> WORK INSTRUCTION
Go through the records below and copy out every line holding "ndarray".
= Beginning of Section =
def custom(logpdf: Callable[[np.ndarray], Any], support: tuple[float, float] = (-math.inf, math.inf),
           cdf: Callable[[np.ndarray], Any] | None = None) -> Density:
    """The law of a function of yours.

    Parameters
    ----------
    logpdf : callable
        Takes a float64 array of shape (n,) and returns as many natural logarithms of the density, -inf where there is
        none. It is asked inside `support` alone, as far out as doubles go; NumPy's warnings of overflow are silent
        meanwhile. The density must integrate to 1 within 1e-6. It must always answer alike.
    support : (float, float)
        Where readings can be. Name finite ends where the density has them: a jump elsewhere is found by halving, but
        a narrow law between long stretches of -inf is not found at all.
    cdf : callable, optional
        P(X <= x) as you know it: a second opinion, asked once at 9 readings from end to end of the law. Tails come from
        `logpdf` all the same, as ``1 - cdf(x)`` has no digits left where levels are proven.

    Returns
    -------
    Density
        Tails and moments come from adaptive Gauss-Kronrod quadrature in the log domain (R. Piessens et al., QUADPACK,
        1983), to rounding where `logpdf` is smooth. It can be pickled if `logpdf` can; `to_dict` cannot hold it.

    Raises
    ------
    ValueError
        A density that does not integrate to 1; a `cdf` that differs from its integral by more than 1e-6; NaN or another
        shape from `logpdf`; a support that is no interval.
    TypeError
        A `logpdf` that is no callable or does not return real numbers.
    Exception
        Whatever `logpdf` raises, here and wherever the density is evaluated.

    Notes
    -----
    Caution: nothing bounds a function that is only called. The search for levels samples it, 512 times between any two
    of its landmarks (modes, and distances around them), and can miss a pair of levels closer than that; ``rule.search``
    says ``sampled`` and how finely. Where a wrong level can hurt someone, take a family with bounds, such as a
    mixture, or prove the levels in another way. Every evaluation holds the GIL.

    Examples
    --------
    >>> def logpdf(x):      # the logistic law
    ...     return -np.abs(x) - 2 * np.log1p(np.exp(-np.abs(x)))
    >>> d = lm.custom(logpdf)
    >>> print(f"{d.sf(3.0):.12f} {d.var:.9f}")
    0.047425873178 3.289868134
    >>> lm.bayes(lm.States({"low": d, "high": d + 5.0})).search
    'sampled at ...'
    """
    if not callable(logpdf):
        raise TypeError(f"logpdf is {logpdf!r}; expected a function of an array")
    try:
        low, high = map(float, support)
    except (TypeError, ValueError) as bad:
        raise TypeError(f"support is {support!r}; expected two numbers") from bad
    law = _core.custom(Density, logpdf, low, high, np.errstate(all="ignore")(logpdf))
    if cdf is not None:
        if not callable(cdf):
            raise TypeError(f"cdf is {cdf!r}; expected a function of an array")
        x = law.ppf([1e-6, 1e-3, 0.05, 0.25, 0.5, 0.75, 0.95, 1 - 1e-3, 1 - 1e-6])
        for at, got, wanted in zip(x, np.broadcast_to(cdf(x), x.shape), law.cdf(x)):
            if not abs(got - wanted) <= 1e-6:
                raise ValueError(f"cdf is {float(got)!r} at the reading {float(at)!r}; expected the integral of "
                                 f"exp(logpdf) up to there, {float(wanted):.9g}")
    return law


def density(description: Mapping[str, Any]) -> Density:
    """The density that `Density.to_dict` described.

    Parameters
    ----------
    description : dict

    Raises
    ------
    ValueError
        Another format, a newer version, or an entry that is missing or does not fit.

    Examples
    --------
    >>> d = lm.gaussian(0.8, 0.05)
    >>> lm.density(d.to_dict()) == d
    True
    """
    if not isinstance(description, Mapping) or description.get("format") != _FORMAT:
        raise ValueError(f"format is not {_FORMAT!r}; expected what Density.to_dict gives")
    if description.get("version") != _VERSION:
        raise ValueError(f"version is {description.get('version')!r}; expected {_VERSION}")
    try:
        return _from_plain(description)
    except (KeyError, TypeError, AttributeError) as bad:
        raise ValueError(f"a density of family {description.get('family')!r} cannot be read: {bad!r}") from bad


def _plain(recipe: tuple) -> dict[str, Any]:
    """A recipe as a dict of plain lists, with the names of the parameters."""
    kind, *rest = recipe
    if kind == "moved":
        return {"family": kind, "density": _plain(rest[0]._recipe), "shift": rest[1], "scale": rest[2]}
    if kind == "mixture":
        return {"family": kind, "weights": list(rest[0]), "densities": [_plain(part._recipe) for part in rest[1]]}
    if kind == "from_readings":
        return {"family": kind, **dict(zip(_SPLINE, rest))}
    if kind == "custom":
        raise TypeError(f"a density of the function {rest[0]!r} cannot be written down as a dict; "
                        "expected densities that are made of numbers")
    return {"family": kind, **dict(zip(_core._families()[kind], rest[0]))}


_SPLINE = ("knots", "log_densities", "slopes", "tail_scales", "tail_shapes", "about")


def _from_plain(plain: Mapping[str, Any]) -> Density:
    kind = plain["family"]
    if kind == "moved":
        return _from_plain(plain["density"])._moved(plain["shift"], plain["scale"])
    if kind == "mixture":
        return mixture(plain["weights"], [_from_plain(part) for part in plain["densities"]])
    if kind == "from_readings":
        return _from_recipe((kind, *(_tuples(plain[name]) for name in _SPLINE)))
    return Density._make(kind, *operator.itemgetter(*_core._families()[kind])(plain))


def _tuples(value: Any) -> Any:
    return tuple(map(_tuples, value)) if isinstance(value, (list, tuple)) else value


def _from_recipe(recipe: tuple) -> Density:
    kind, *rest = recipe
    if kind == "moved":
        return rest[0]._moved(rest[1], rest[2])
    if kind == "mixture":
        return Density._mix(*rest)
    if kind == "from_readings":
        return _core.spline(Density, *rest)
    if kind == "custom":
        return custom(rest[0], rest[1:])
    return Density._make(kind, *rest[0])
= End of Section =
> ANSWER TO THIS EXERCISE
def custom(logpdf: Callable[[np.ndarray], Any], support: tuple[float, float] = (-math.inf, math.inf),
           cdf: Callable[[np.ndarray], Any] | None = None) -> Density:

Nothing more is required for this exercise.